The Boy and I have enjoyed the nice long bank holiday weekend. We saw good friends on Friday and Saturday, and then had Sunday and Monday together as quiet time. We've worked out that we need a balance of public and private time to help us along, to ensure we stay strong, and to keep us on more of an even keel. The weekend was mostly enjoyable, but the Boy and I have both lost our way a little bit at times and my mind is a bit of a 'mumble jumble' today.
Sunday was a difficult day for the Boy, and I felt really sad yesterday and slept terribly as a result. I think I managed about three hours of kip in between nightmares and worry. I was never that great at remembering dates and appointment times during the (short) pregnancy, but now I seem to have an internal calendar that peeps up and reminds me of our loss on our regular basis. Dates and anniversaries feel so painful. Yesterday it was a month since our tiny, tiny little baby Beans was delivered in hospital. I seem to have aged many years since then. As I've said in previous entries, in some ways it feels like a lifetime ago and I struggle to remember a time we weren't pregnant or thinking about the baby, at other times the wounds still feel so fresh and raw that it could have happened yesterday. I wonder, since then, how many other women have had their miscarriages managed in that same room in St Thomas's Hospital I was in, and how many other couples have had their dreams shattered and experienced the painful loss.
Tuesdays I find especially difficult as they remind me that our baby - if it had lived - would have been another week older, and we would have been another week closer to meeting him or her. Today our baby would have been 18 weeks old. Almost halfway there... I try not to dwell on what might have been, but I think it's natural to remember, contemplate and imagine. I'm sure I would have had a bump by now; I might even have felt a kick. The stronger, negative and dark feelings like my anger, envy and resentment seem to have dissipated and ebbed away over the last week or so, but there remains a terrible sadness.

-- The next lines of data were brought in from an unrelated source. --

"""Static lung volumes in the canonical record: what the export carries and what the bridge recomputes (pure).

Owns the optional ``lung_volumes`` section of a session: TLC, FRC, RV, VC, RV/TLC, IC and ERV as
the lab reports them, and the method that measured them (body plethysmography, nitrogen washout,
helium dilution); and :class:`LungVolumesDerived`, what ``bridge.science.lung_volume_derive``
recomputes (RV/TLC, IC and ERV from the volumes; the GLI-2021 reference values of Hall et al.,
Eur Respir J 2021;57:2000289). ``bridge.model`` re-exports the record's types. Imports only the
stdlib, pydantic and ``bridge.values``.
"""

from __future__ import annotations

from dataclasses import field
from typing import Annotated, Literal

from bridge.spirometry_record import SpirometryReference
from bridge.values import Measure, Quantity, Text, record

Volume = Annotated[Quantity, Measure("volume", "L")]
Percentage = Annotated[Quantity, Measure("fraction", "%")]

# How the volumes were measured; FRC (and from it TLC and RV) depends on the method.
LungVolumeMethod = Literal["plethysmography", "nitrogen_washout", "helium_dilution"]
LUNG_VOLUME_METHODS: tuple[LungVolumeMethod, ...] = ("plethysmography", "nitrogen_washout", "helium_dilution")

# The quantities of the section, by the key every output and finding uses.
LUNG_VOLUME_KEYS = ("tlc", "frc", "rv", "vc", "rv_tlc", "ic", "erv")


@record
class LungVolumes:
    """Static lung volumes of the session, as the lab reports them (each optional), and the method."""

    method: LungVolumeMethod | None = None  # None: the lab did not say
    # The reference set the lab's own report used for lung volumes ("ECSC 1993"), as the lab names it:
    # carried and shown, never charted (the bridge's reference values are GLI-2021's).
    reference_set: Text | None = None
    tlc: Volume | None = None
    frc: Volume | None = None
    rv: Volume | None = None
    vc: Volume | None = None  # the slow (relaxed) vital capacity of the lung-volume manoeuvre
    rv_tlc: Percentage | None = None  # per cent (35 %), or with unit "1" as a fraction (0.35)
    ic: Volume | None = None
    erv: Volume | None = None


@record
class LungVolumesDerived:
    """Lung volumes recomputed: the ratios and differences of the reported volumes, and the reference values."""

    reference_set: Text  # GLI-2021, by title
    rv_tlc: Quantity | None = None  # 100 x RV / TLC, %
    ic: Quantity | None = None  # TLC - FRC, L
    erv: Quantity | None = None  # FRC - RV, L
    # By key (LUNG_VOLUME_KEYS): the measured value against GLI-2021 (RV/TLC in per cent).
    references: dict[str, SpirometryReference] = field(default_factory=dict)
    reference_not_computed: str | None = None  # why some or all reference values are missing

It's underlying all the time, but in a quiet and unassuming way. It's only when I let myself remember and indulge myself in thinking about what has happened that it begins to roar again. And it's right that I stay with that feeling for a time, for as long as I can manage. I need to, to ensure I can go forwards and be able to bear and live with what has happened. I don't want to be someone who months and months down the line bursts into tears at the news of a friend's pregnancy or a baby advert. I want to do my best to process what is happening and allow the feelings I have about what has happened to be a part of my life that I can tolerate and absorb.

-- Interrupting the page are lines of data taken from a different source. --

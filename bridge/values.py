"""The value types of the record's fields: texts and URIs any output can carry, quantities (pure).

Owns :class:`Quantity` (value, UCUM unit, reported decimals, the :class:`Original` value and
unit), the :class:`Measure` annotation a quantity field declares its dimension and canonical
unit with, :data:`Text` and :data:`Uri` (refusing what no output can carry), and the frozen
base of every record model. ``bridge.model`` builds the record from these and re-exports them.
Imports only the stdlib and pydantic.
"""

from __future__ import annotations

import re
from dataclasses import dataclass
from typing import Annotated

from pydantic import AfterValidator, BaseModel, ConfigDict, Field

# Characters no output may carry in text: FHIR R4 strings match ^[ \r\n\t\S]+$ (ECMA-262 \s), so
# control characters and white space other than space, tab and line breaks are refused, and so
# are unpaired surrogates (not UTF-8).  # source: HL7 FHIR R4 datatypes, "string" regex
_NOT_CARRIED = re.compile(
    "[\x00-\x08\x0b\x0c\x0e-\x1f\x7f\u00a0\u1680\u2000-\u200a\u2028\u2029\u202f\u205f\u3000\ufeff\ud800-\udfff]"
)


def _carried_text(value: str) -> str:
    if not value.strip():
        raise ValueError("text with at least one visible character")
    found = _NOT_CARRIED.search(value)
    if found:
        raise ValueError(f"text without control or special white-space characters (found U+{ord(found[0]):04X})")
    return value


_WHITE_SPACE = re.compile(r"\s")


def _uri(value: str) -> str:
    if not value or _WHITE_SPACE.search(value) or _NOT_CARRIED.search(value):
        raise ValueError("a URI or OID without white space")
    return value


# The same rules as JSON Schema patterns (ECMA-262), for the published schema of the format.
_TEXT_PATTERN = (
    r"^[ \t\r\n]*[^\s\x00-\x1f\x7f][^\x00-\x08\x0b\x0c\x0e-\x1f\x7f"
    r"\u00a0\u1680\u2000-\u200a\u2028\u2029\u202f\u205f\u3000\ufeff]*$"
)
_URI_PATTERN = r"^[^\s\x00-\x1f\x7f]+$"
Text = Annotated[str, Field(min_length=1, json_schema_extra={"pattern": _TEXT_PATTERN}), AfterValidator(_carried_text)]
Uri = Annotated[str, Field(min_length=1, json_schema_extra={"pattern": _URI_PATTERN}), AfterValidator(_uri)]


class Frozen(BaseModel):
    """Base for every record model: immutable, strict about unknown keys."""

    model_config = ConfigDict(frozen=True, extra="forbid")


@dataclass(frozen=True, slots=True)
class Measure:
    """Annotation on a quantity field: which dimension it has and the unit it is kept in."""

    dimension: str
    canonical_unit: str
    signed: bool = False  # may the value be negative (altitude below sea level, temperature)


class Original(Frozen):
    """The value and unit exactly as the source wrote them (the value as text keeps its digits)."""

    value: str
    unit: str


class Quantity(Frozen):
    """A value with its UCUM unit.

    ``decimals`` is the number of digits after the decimal point the source reported, so that
    7.460 is emitted as 7.460; ``None`` for values computed here. ``original`` is set by
    normalisation when the source spelled or scaled the quantity differently.
    """

    value: float = Field(allow_inf_nan=False)
    unit: str = Field(min_length=1)
    decimals: int | None = Field(default=None, ge=0, le=12)
    original: Original | None = None

    def text(self) -> str:
        """The value as text with the reported number of decimals (6 significant digits if unknown)."""
        return number_text(self.value, self.decimals)


def number_text(value: float, decimals: int | None) -> str:
    """A number with ``decimals`` digits after the point, or 6 significant digits when None."""
    return format(value, ".6g") if decimals is None else f"{value:.{decimals}f}"
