"""UCUM catalogue, spelling aliases and conversions.

Owns: resolving a unit as labs write it to a valid UCUM code, and converting values between
units of one dimension. The catalogue is data (``mappings/units.toml``) parsed from text here;
reading the file is the shell's job. The SI <-> traditional factor for DLCO and KCO lives in
exactly one place, :data:`TRADITIONAL_PER_SI`, and a catalogue may be built with the
alternative :data:`TRADITIONAL_PER_SI_ALTERNATIVE`.
"""

from __future__ import annotations

import math
import tomllib
from collections.abc import Mapping
from dataclasses import dataclass
from typing import Literal

from bridge.errors import MappingError

# source: GLI 2017 TLCO equations (Stanojevic et al., ERJ 2017) -- the traditional and SI
# intercepts differ by ln(2.987); also the factor quoted for 1 mmol/min/kPa in mL/min/mmHg.
TRADITIONAL_PER_SI = 2.987
# 22.4 mL/mmol / 7.5 mmHg/kPa: also circulates; legacy archives may have used it.
TRADITIONAL_PER_SI_ALTERNATIVE = 2.986

UnitSystem = Literal["si", "traditional"]

# The unit each dimension is shown in, per unit system (dimensions not listed keep their base).
DISPLAY_UNITS: Mapping[UnitSystem, Mapping[str, str]] = {
    "si": {
        "diffusing_capacity": "mmol/min/kPa",
        "transfer_coefficient": "mmol/min/kPa/L",
        "pressure": "kPa",
    },
    "traditional": {
        "diffusing_capacity": "mL/min/mm[Hg]",
        "transfer_coefficient": "mL/min/mm[Hg]/L",
        "pressure": "mm[Hg]",
    },
}


@dataclass(frozen=True, slots=True)
class UnitDef:
    code: str
    dimension: str
    factor: float  # value_in_base = value * factor


def _alias_key(text: str) -> str:
    return "".join(text.split()).lower()


@dataclass(frozen=True, slots=True)
class UnitCatalogue:
    """The known UCUM units, their dimensions and factors, and the aliases labs write."""

    units: Mapping[str, UnitDef]
    aliases: Mapping[str, str]
    dimensions: Mapping[str, str]
    limits: Mapping[str, float]  # dimension -> largest magnitude accepted, in its base unit
    traditional_per_si: float = TRADITIONAL_PER_SI

    @classmethod
    def from_toml(
        cls, text: str, traditional_per_si: float = TRADITIONAL_PER_SI, name: str = "units.toml"
    ) -> UnitCatalogue:
        """Parse the catalogue text; a broken table raises MappingError naming the entry."""
        try:
            data = tomllib.loads(text)
        except tomllib.TOMLDecodeError as exc:
            raise MappingError(name, "file", f"valid TOML ({exc})") from exc
        dimensions = dict(data.get("dimensions", {}))
        units: dict[str, UnitDef] = {}
        for code, entry in data.get("units", {}).items():
            units[code] = _unit_def(name, code, entry, dimensions, traditional_per_si)
        aliases: dict[str, str] = {}
        for alias, code in data.get("aliases", {}).items():
            if code not in units:
                raise MappingError(name, f"aliases.{alias}", f"a known unit code, not {code!r}")
            aliases[_alias_key(alias)] = code
        for dimension, base in dimensions.items():
            if base not in units or units[base].factor != 1.0:
                raise MappingError(name, f"dimensions.{dimension}", "a unit with factor 1.0")
        limits = {dimension: _limit(name, dimension, data.get("limits", {})) for dimension in dimensions}
        return cls(units, aliases, dimensions, limits, traditional_per_si)

    def resolve(self, unit: str) -> UnitDef | None:
        """The catalogue entry for a unit as written (UCUM code first, then alias)."""
        found = self.units.get(unit.strip())
        if found is not None:
            return found
        code = self.aliases.get(_alias_key(unit))
        return self.units[code] if code is not None else None

    def within_limits(self, value: float, unit: UnitDef) -> bool:
        """Whether a value in ``unit`` is finite and no larger than its dimension's limit."""
        in_base = value * unit.factor
        return math.isfinite(in_base) and abs(in_base) <= self.limits[unit.dimension]

    def factor_between(self, source: str, target: str) -> float:
        """Multiplier taking a value in ``source`` to ``target`` (both UCUM codes, one dimension)."""
        a, b = self.units[source], self.units[target]
        if a.dimension != b.dimension:
            raise ValueError(f"cannot convert {source} ({a.dimension}) to {target} ({b.dimension})")
        return a.factor / b.factor

    def convert(self, value: float, source: str, target: str) -> float:
        if source == target:
            return value
        return value * self.factor_between(source, target)

    def display_unit(self, dimension: str, system: UnitSystem) -> str:
        """The unit a dimension is shown in for a unit system."""
        return DISPLAY_UNITS[system].get(dimension, self.dimensions[dimension])


def _unit_def(name: str, code: str, entry: Mapping[str, object], dimensions: Mapping[str, str], k: float) -> UnitDef:
    dimension = entry.get("dimension")
    if not isinstance(dimension, str) or dimension not in dimensions:
        raise MappingError(name, f"units.{code}.dimension", f"one of {sorted(dimensions)}")
    raw = entry.get("factor")
    if raw == "traditional_per_si":
        factor = k
    elif isinstance(raw, int | float) and not isinstance(raw, bool) and raw > 0:
        factor = float(raw)
    else:
        raise MappingError(name, f"units.{code}.factor", 'a positive number or "traditional_per_si"')
    return UnitDef(code, dimension, factor)


def _limit(name: str, dimension: str, limits: Mapping[str, object]) -> float:
    raw = limits.get(dimension)
    if not isinstance(raw, int | float) or isinstance(raw, bool) or not 0 < raw < math.inf:
        raise MappingError(name, f"limits.{dimension}", "a positive number (largest magnitude accepted)")
    return float(raw)


MAX_DECIMALS = 12  # the most digits after the point a quantity carries (bridge.model.Quantity)


def decimals_after_conversion(value: float, source_decimals: int | None, source_value: float) -> int | None:
    """Decimals that keep the significant digits the source reported (at most MAX_DECIMALS).

    7.460 mmol/min/kPa (4 significant digits) becomes 22.28 mL/min/mm[Hg], not 22.283020.
    """
    if source_decimals is None or source_value == 0 or value == 0:
        return source_decimals
    if not (math.isfinite(value) and math.isfinite(source_value)):
        return source_decimals  # nothing to count digits of; the value is refused elsewhere
    significant = _significant_digits(source_value, source_decimals)
    magnitude = math.floor(math.log10(abs(value)))
    return min(MAX_DECIMALS, max(0, significant - 1 - magnitude))


def _significant_digits(value: float, decimals: int) -> int:
    magnitude = math.floor(math.log10(abs(value)))
    return max(1, magnitude + 1 + decimals)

I think it's difficult now that we have definitely decided to try again. I have some guilt about moving on and that fact that I do feel ready to do this, at what I perceive to be quite an early stage since our baby died. I know my baby meant the absolute world to me and the Boy and we couldn't have loved it anymore than we did, but I don't want to take anything from our baby's memory or its importance to us. I fear that if we fall pregnant again people will think we are 'over' what happened and that somehow it wasn't that bad or painful. We're certainly survivng, and I believe we're doing really well, but it's been a very dark experience that I wouldn't wish on anyone and I hope all my friends and family are shielded from it. It has been a really horrendous time and a future baby wouldn't be a replacement, it would be a younger sibling for the baby we lost. We'll never forget. But we can forgive what has happened and allow ourselves to let go - we have no choice.

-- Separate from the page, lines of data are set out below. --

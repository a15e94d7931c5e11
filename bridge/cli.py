"""The console script ``dlco-bridge``: the composition root (shell).

Owns: parsing arguments (every option also from a ``DLCO_BRIDGE_*`` environment variable),
reading files, calling the pure core, printing, and exit codes. Exit 0 when every input was
read, 2 when one could not be (one line per bad input on stderr), 1 on a usage or setup error.
"""

from __future__ import annotations

import argparse
import json
import os
import sys
from collections.abc import Iterator, Sequence
from pathlib import Path

import orjson

from bridge import __version__
from bridge.errors import BridgeError, InputError, UnreadableInput
from bridge.mapping import Tables
from bridge.model import Outcome
from bridge.pipeline import DEFAULT_MAX_INPUT_BYTES, Limits, process
from bridge.render import CAUTION, outcome_json, outcome_text
from bridge.resources import load_tables
from bridge.schema import export_schema
from bridge.units import TRADITIONAL_PER_SI, TRADITIONAL_PER_SI_ALTERNATIVE, UnitSystem

EXIT_OK = 0
EXIT_SETUP = 1
EXIT_BAD_INPUT = 2
ENV_PREFIX = "DLCO_BRIDGE_"


def _env(name: str, default: str) -> str:
    return os.environ.get(ENV_PREFIX + name, default)


def _add_common(parser: argparse.ArgumentParser) -> None:
    parser.add_argument(
        "--units",
        choices=("si", "traditional"),
        default=_env("UNITS", "traditional"),
        help="units to show or emit (env DLCO_BRIDGE_UNITS; default traditional)",
    )
    parser.add_argument(
        "--max-bytes",
        type=int,
        default=int(_env("MAX_INPUT_BYTES", str(DEFAULT_MAX_INPUT_BYTES))),
        help="largest input accepted (env DLCO_BRIDGE_MAX_INPUT_BYTES)",
    )
    parser.add_argument(
        "--factor",
        type=float,
        choices=(TRADITIONAL_PER_SI, TRADITIONAL_PER_SI_ALTERNATIVE),
        default=float(_env("FACTOR", str(TRADITIONAL_PER_SI))),
        help="mL/min/mmHg per mmol/min/kPa (env DLCO_BRIDGE_FACTOR; default 2.987)",
    )


def build_parser() -> argparse.ArgumentParser:
    parser = argparse.ArgumentParser(
        prog="dlco-bridge",
        description="Carry single-breath DLCO results from lab exports into FHIR R4 and HL7 v2, checked.",
        epilog=CAUTION,
    )
    parser.add_argument("--version", action="version", version=f"dlco-bridge {__version__}")
    commands = parser.add_subparsers(dest="command", required=True)
    check = commands.add_parser("check", help="read, normalise, recompute and report findings")
    check.add_argument("files", nargs="+", type=Path, help="export files or folders")
    check.add_argument("--json", action="store_true", help="machine-readable output")
    _add_common(check)
    commands.add_parser("schema", help="print the JSON Schema of the dlco-result/1 format")
    return parser


def expand(paths: Sequence[Path]) -> Iterator[Path]:
    """Files named, and the files inside folders named (sorted, not recursive into hidden)."""
    for path in paths:
        if path.is_dir():
            yield from sorted(p for p in path.iterdir() if p.is_file() and not p.name.startswith("."))
        else:
            yield path


def read_input(path: Path, limits: Limits) -> bytes:
    """The bytes of one input; an unreadable or oversized file is an InputError."""
    try:
        size = path.stat().st_size
        if size > limits.max_input_bytes:
            raise UnreadableInput("(file)", f"at most {limits.max_input_bytes} bytes, got {size}", str(path))
        return path.read_bytes()
    except OSError as exc:
        raise UnreadableInput("(file)", f"a readable file ({exc.strerror})", str(path)) from exc


def run_inputs(
    paths: Sequence[Path], tables: Tables, limits: Limits
) -> Iterator[tuple[Path, Outcome | InputError]]:
    """Process every input; an InputError is returned in place of its outcome, never raised."""
    for path in expand(paths):
        try:
            yield path, process(read_input(path, limits), str(path), tables, limits)
        except InputError as exc:
            yield path, exc


def cmd_check(args: argparse.Namespace, tables: Tables) -> int:
    units: UnitSystem = args.units
    limits = Limits(max_input_bytes=args.max_bytes)
    failed = 0
    reports = []
    for _, result in run_inputs(args.files, tables, limits):
        if isinstance(result, InputError):
            failed += 1
            print(result.line(), file=sys.stderr)
            reports.append({"source": result.source, "error": result.line()})
            continue
        if args.json:
            reports.append(outcome_json(result, tables, units))
        else:
            print(outcome_text(result, tables, units), end="\n\n")
    if args.json:
        document = {"caution": CAUTION, "files": reports}
        sys.stdout.write(orjson.dumps(document, option=orjson.OPT_INDENT_2).decode() + "\n")
    else:
        print(CAUTION)
    return EXIT_BAD_INPUT if failed else EXIT_OK


def cmd_schema(args: argparse.Namespace, tables: Tables) -> int:
    sys.stdout.write(json.dumps(export_schema(), indent=2, sort_keys=True) + "\n")
    return EXIT_OK


COMMANDS = {"check": cmd_check, "schema": cmd_schema}


def main(argv: Sequence[str] | None = None) -> int:
    args = build_parser().parse_args(argv)
    try:
        tables = load_tables(traditional_per_si=getattr(args, "factor", TRADITIONAL_PER_SI))
        return COMMANDS[args.command](args, tables)
    except BridgeError as exc:
        print(f"dlco-bridge: {exc}", file=sys.stderr)
        return EXIT_SETUP
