"""The one path: the bytes of one input -> :class:`bridge.model.Outcome` with its payloads (pure).

Owns: the order of the steps, in one place: read (normalising every quantity on the parsed
tree before the one validation) -> derive -> check -> gate -> emit, what is emitted built
once per unit system (-> validate, when asked). Every command calls :func:`process` (``check`` with no routes,
``convert`` and ``demo`` with the kinds asked for, ``watch`` with its destinations' routes);
none calls the gate or an emitter on its own. No I/O: the shell reads the file, the clock and
the ledger, and passes the bytes, the time and a correction test in.
"""

from __future__ import annotations

import hashlib
from collections.abc import Callable, Sequence
from dataclasses import dataclass, field
from datetime import datetime

from bridge.emit.outputs import payloads, refuse_blocked
from bridge.emit.settings import EmitSettings
from bridge.emit.validation import problems
from bridge.errors import InputError, OutputInvalid, UnreadableInput
from bridge.model import Outcome, OutputKind, Payload
from bridge.readers.json_export import read_export
from bridge.science.checks import run_checks
from bridge.science.derive import derive
from bridge.science.units import UnitSystem
from bridge.tables import Tables

DEFAULT_MAX_INPUT_BYTES = 5 * 1024 * 1024  # a DLCO export is a few kB; anything huge is wrong


@dataclass(frozen=True, slots=True)
class Route:
    """One kind of payload in one unit system (several destinations may share a route)."""

    kind: OutputKind
    units: UnitSystem


@dataclass(frozen=True, slots=True)
class PipelineSettings:
    """What the pipeline needs of the settings (built by ``bridge.config``; defaults written here once)."""

    max_input_bytes: int = DEFAULT_MAX_INPUT_BYTES
    # Every ERROR finding keeps a record from being emitted unless its code is in ``allow``
    # (then the value goes out marked preliminary, with the finding); ``blocking`` adds codes
    # of lesser findings that should stop a record too.
    allow: frozenset[str] = frozenset()
    blocking: frozenset[str] = frozenset()
    validate_outputs: bool = False  # check each payload with independent libraries (slow)
    emit: EmitSettings = field(default_factory=EmitSettings)


def _never(test_id: str, source_sha256: str) -> bool:
    return False


DEFAULT_SETTINGS = PipelineSettings()


def process(
    data: bytes,
    source: str,
    tables: Tables,
    settings: PipelineSettings = DEFAULT_SETTINGS,
    *,
    now: datetime | None = None,
    routes: Sequence[Route] = (),
    is_correction: Callable[[str, str], bool] = _never,
) -> Outcome:
    """Read, normalise, derive, check, gate and emit one input.

    ``routes`` empty: nothing is emitted and no gate applies (``check``). Otherwise ``now`` is
    the send time the shell read, and ``is_correction(test_id, sha256)`` says whether this
    content replaces a result already sent. Raises :class:`InputError` when the input cannot
    be read, an ERROR finding not allowed (or a blocking one) refuses it, or (with ``validate_outputs``) an independent
    validator finds a payload invalid.
    """
    if len(data) > settings.max_input_bytes:
        raise UnreadableInput("(file)", f"at most {settings.max_input_bytes} bytes, got {len(data)}", source)
    try:
        session = read_export(data, source, tables.units)
    except InputError as exc:
        raise exc if exc.source else exc.with_source(source) from None
    derived = derive(session, tables)
    sha256 = hashlib.sha256(data).hexdigest()
    outcome = Outcome(
        source=source,
        source_sha256=sha256,
        session=session,
        derived=derived,
        findings=run_checks(session, derived, tables),
    )
    if not routes:
        return outcome
    if now is None:
        raise ValueError("emitting needs the send time (now)")
    refuse_blocked(outcome, settings.blocking, settings.allow)
    correction = is_correction(session.test_id, sha256)
    asked = tuple(dict.fromkeys(routes))  # each route once, in the order asked
    kinds_by_units: dict[UnitSystem, list[OutputKind]] = {}
    for route in asked:
        kinds_by_units.setdefault(route.units, []).append(route.kind)
    made: dict[Route, Payload] = {}
    for units, kinds in kinds_by_units.items():  # what is emitted is built once per unit system
        context = settings.emit.context(now, units, correction)
        for payload in payloads(outcome, tables, context, kinds):
            made[Route(payload.kind, payload.units)] = payload
    built = [made[route] for route in asked]
    if settings.validate_outputs:
        _validate(built, outcome)
    return outcome.model_copy(update={"payloads": tuple(built), "correction": correction})


def _validate(built: Sequence[Payload], outcome: Outcome) -> None:
    """Refuse the input when an independent validator rejects what was built for it."""
    for payload in built:
        found = problems(payload)
        if found:
            what = "FHIR Bundle (fhir.resources R4B)" if payload.kind == "fhir" else "ORU^R01 (hl7apy STRICT)"
            more = f" (+{len(found) - 1} more)" if len(found) > 1 else ""
            raise OutputInvalid("(output)", f"a valid {what}: {found[0]}{more}", outcome.source)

There is also some anxiety about how my body will work again. As I say, it's been a month now since our little tiny baby arrived. We were told my normal cycles would resume in 4-6 weeks, so I await my 'lady' with both trepidation and optimism. There is fear because I haven't had a period since January, and it will be another physical confirmation and reminder that I'm not pregnant and we must beging the 'trying' process again. But also optimism because hopefully my body will have settled back into its normal routine and we have every reason to hope and believe I can get pregnant again and this time the outcome could be different. We go into trying for another baby wiser than we were before. We know when is the best time to be intimate, and we know the road ahead to be a bumpy one. We're aware our dreams may not be realised, but we are also aware that it's worth the risk of being blessed with a child, and the alternative for us isn't really an alternative.
So I feel a little out of sorts still today. I am a 'mumble jumble' of anxiety, guilt - but also hope. There are going to be new feelings for me over the coming weeks and months and there will be more reminders, more dates, more sadness. But also I'm sure more happiness - and more hope.